Ok, I see the subtle difference; as in most cases terminology is the culprit. By "active" you mean that some commands have already been entered, but ENTER not yet pressed. Doing so ( [RS] [F1] on a 48G) does the actual RCL and processes/terminates the command line. Is this what you mean as a typing aid?
Here's how it currently works:

1. On the HP48, with nothing in the command line (i.e all you see is the stack) pressing [RS] [A] (or [RS][F1] on the HP50G) would recall the contents of the variable corresponding to the [A] key or [F1] key. And pressing [LS] [A] while an object is in level 1 would replace the content of the corresponding variable with the object on the stack.

2. If the command line is active, then the command line is terminated (as if one were to press ENTER) and then the same (as described above) would apply if not in programming mode. Otherwise if programming mode is active then #3.

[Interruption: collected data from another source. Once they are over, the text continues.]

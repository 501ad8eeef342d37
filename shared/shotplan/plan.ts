/**
 * The whole shot plan of one lineup, from the sightline, the target, the lineup's times, the chosen
 * body + lens and the settings: framing (field of view, one-frame fit, the longest focal length
 * that fits), a panorama grid when one frame is not enough, the untracked limits side by side,
 * the sky stack, and the night's timeline with deadline warnings and cautions. Pure: the caller
 * brings the stored sightline, gear and tide status; everything else is computed here from the
 * modules of shared/shotplan, shared/sky, shared/projection and shared/geo.
 */
import { nightDateOf } from '../chart/localTime';
import { sightlineGeometry } from '../geo/frame';
import { assertValidDate } from '../guards';
import { angularSeparationDeg, type SkyDirection } from '../projection/camera';
import { galacticPlaneHorizontal } from '../projection/overlay';
import { targetTrack } from '../projection/track';
import type { CameraBody, Lens } from '../schemas/gear';
import type { Landmark, Vantage } from '../schemas/geometry';
import {
  DEFAULT_TRACKED_INTEGRATION_S,
  DEFAULT_UNTRACKED_INTEGRATION_S,
  type PanoramaCover,
  type ShotPlan,
  type ShotPlanPanorama,
} from '../schemas/shot-plan';
import { nightReport } from '../sky/night';
import { targetHorizontal } from '../sky/positions';
import { formatLocalTime } from '../sky/timezone';
import { MS_PER_MINUTE, normalizeDegrees360 } from '../units';
import { shotPlanCautions } from './cautions';
import { framesForIntegration, MAX_NPF_DECLINATION_DEG, suggestedSubExposureRange, trackedStackPlan, untrackedLimits } from './exposure';
import { fitInFrame, heldFieldOfView, longestFittingFocalLength, type Orientation } from './framing';
import { deriveBody, lensFocalRange } from './gear';
import { DEFAULT_PANORAMA_OVERLAP, panoramaGrid, skySpanOf, type PanoramaGrid } from './panorama';
import { framesBlock, nightEventsFromReport, panoramaRowBlocks, planNight, type ShootingBlock } from './timeline';

/** A shot plan input that cannot be planned, with the dotted path of the request field to blame. */
export class ShotPlanInputError extends RangeError {
  override name = 'ShotPlanInputError';
  constructor(readonly field: string, message: string) {
    super(message);
  }
}

/** Most track samples used for framing: the target's path is sampled this finely at most. */
const TRACK_SAMPLES_TARGET = 48;
/** Galactic plane spacing for the sketch and the panorama cover, degrees of galactic longitude. */
const PLANE_STEP_DEG = 2;
/** Plane points at or above this altitude go to the sketch, degrees. */
const PLANE_SKETCH_MIN_ALT_DEG = -5;

/** Everything {@link buildShotPlan} needs. */
export interface ShotPlanInputs {
  sightline: { id: string; name: string; timezone: string; vantage: Vantage; landmark: Landmark; hasTideRule: boolean };
  target: { id?: string; name: string; raHours: number; decDeg: number };
  lineup: { start: Date; peak: Date; end: Date };
  body: CameraBody & { id: string };
  lens: Lens & { id: string };
  /** Default: the lens's shortest focal length. */
  focalLengthMm?: number;
  /** Default: the lens's widest aperture. */
  fNumber?: number;
  tracked: boolean;
  starTrackerAvailable: boolean;
  sky: { subExposureS?: number; totalIntegrationS?: number; frameGapS: number };
  foreground: { frames: number; exposureS: number; first: boolean };
  panorama: {
    mode: 'auto' | 'always' | 'off';
    overlap: number;
    orientation: Orientation;
    cover: PanoramaCover;
    skyTopAltDeg: number;
    frameExposureS?: number;
    frameGapS: number;
  };
  /** Default: the lineup start. */
  startAt?: Date;
  blockGapS: number;
  /** The lineup's tide status under the sightline's tide rule (null without a rule). */
  tide: { status: 'reachable' | 'cut-off' | 'unknown'; cutOffAt: Date | null } | null;
  /** Safety-relevant field notes of the sightline. */
  fieldNotes?: ReadonlyArray<{ kind: string; body: string }>;
  /** When the plan is made (default now). */
  now?: Date;
}

/**
 * An exposure rounded down to what a camera dial offers: whole seconds from 1 s, tenths below,
 * at least 0.1 s.
 * @param seconds - a limit, seconds, above 0
 * @returns the rounded exposure, seconds
 * @throws RangeError when seconds is not a finite number above 0
 */
export function roundDownExposureS(seconds: number): number {
  if (typeof seconds !== 'number' || !Number.isFinite(seconds) || !(seconds > 0)) {
    throw new RangeError(`seconds must be a finite number above 0 (got ${String(seconds)})`);
  }
  if (seconds >= 1) return Math.floor(seconds + 1e-9);
  return Math.max(0.1, Math.floor(seconds * 10 + 1e-9) / 10);
}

3. On the other hand, if the command line is active, and in programming mode (e.g. inside << >>), then pressing [RS][A] would merely type in 'VARNAME' RCL (where VARNAME is the actual name of the variable corresponding to the [A] key). This is what I mean by typing aid. The command line is not terminated and continues to stay active for further editing (presumably a program).

My proposal leaves #1 and #2 as-is. My proposal would, however, eliminate #3 so that [RS][A] would have a different behavior (i.e. either preview the contents of VARNAME, or actually recall it directly into the command line -- maybe the latter since that behavior would more closely resemble #3). This would apply to both programming entry as well as algebraic entry or whichever mode people prefer.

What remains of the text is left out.